Sounds just like me at this moment , dont know really what to do with myself even though we are still under the same roof , but separation will happen very soon and divorce will follow no matter what . It just feels like my head is so full of of negative thoughts that there is no room for positive thinking , its just so f hard ...
If I may ask , what sort of counselling are you going to ? I think I could use some sort of counselling just dont know where to start .


----------



## reindeer (Mar 24, 2011)

DG I agree with you. I have started to feel a bit better now. Although like you still get days when I miss him so much, and only remember the good times. On days like those, I totally forget all the bad things, and have to remind myself of the reality. I still have bad days for example I now often have to work weekends for financial reasons, he does too ,and I think of the good times we used to have on our weekends, and then I just go home and cry. But I am working with my emotions. 
I read somewhere that you can grieve, and cry and experience all those things which you actually do need to go through to come out the other side, but you can do that along side continuing with your life and living it. So even though it is not the life I would have chosen currently, I continue with it.
I take most opportunities to go out, even if I don’t want to particularly at times. Nobody will fix this and we have to do it ourselves. I have limited funding for counselling, but agree it can be very useful.
I have only just got back concentration for reading. I have found this book to be helpful.
The Journey from abandonment to healing-Susan Anderson
It discusses surviving and recovering from the five stages that accompany the loss of love.


----------



## DelinquentGurl (Mar 25, 2011)

6foot5 said:


> If I may ask , what sort of counseling are you going to ? I think I could use some sort of counseling just don't know where to start .

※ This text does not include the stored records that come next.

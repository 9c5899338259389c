"""The round-trip and rate checks: ``measure``, ``assert_roundtrip``, ``assert_rate``, ``check``.

Every check takes the same arguments, validated once into a :class:`CheckPlan`
(the one place their defaults and rules live), runs one round trip
(:mod:`pytest_ratefloor.roundtrip`), builds the case record and, where a
tolerance applies, the rate verdict (:mod:`pytest_ratefloor.rate`). With
``corruption=True`` the decoder must also survive damaged streams of the very
encoding the round trip made (:mod:`pytest_ratefloor.corruption`).
:func:`plan_for_case` merges one case's own options over shared ones (what
``gate(sources={source: {...}})`` does for each source).

Failures are ``AssertionError`` subclasses from :mod:`pytest_ratefloor.errors`.
"""

from __future__ import annotations

import dataclasses
import enum
import os
import sys
import warnings
from collections.abc import Callable, Hashable, Mapping
from dataclasses import dataclass
from typing import TYPE_CHECKING, Any, Final, TypedDict, TypeVar

import numpy as np

from pytest_ratefloor import isolation, validation
from pytest_ratefloor.codecs import as_codec, codec_identity
from pytest_ratefloor.edge_cases import (
    EDGE_CASE_SETS,
    PASSED,
    EdgeCaseLengths,
    EdgeCaseSetting,
    edge_case_inputs,
    edge_case_lengths,
)
from pytest_ratefloor.errors import NoisyToleranceWarning, PluginMemoryError, RateFloorFailure
from pytest_ratefloor.floors import DEFAULT_FLOOR, Floor, check_floor
from pytest_ratefloor.measurement import CaseKey, Measurement, sample_fingerprint
from pytest_ratefloor.rate import (
    DEFAULT_ABS,
    DEFAULT_REL,
    IMPOSSIBLE_CONFIDENCE_BITS,
    allowed_excess_bits,
    elias_delta_length,
    impossible_margin,
    measurement_of,
    noise_warning,
    rate_verdict,
    sample_information,
    tolerance,
)
from pytest_ratefloor.roundtrip import RoundTrip, run_roundtrip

I see a woman on a weekly basis and we talk about a variety of different things.
I don't sit on the couch and rehash the past, because that is pointless. Instead, I focus on the present and how I can be the best person I can be.
_Posted via Mobile Device_


----------



## caughtdreaming (May 30, 2011)

Thank you DG for the encouragement. 

I think I should start seeing a counselor. I want to move on.


----------



## DelinquentGurl (Mar 25, 2011)

I would think staying in the same house would make it very hard to move forward.
_Posted via Mobile Device_


----------



## Oak (Mar 21, 2011)

Well said DG


----------



## Shooboomafoo (Mar 30, 2011)

Someone please get me a house to move into!!!!!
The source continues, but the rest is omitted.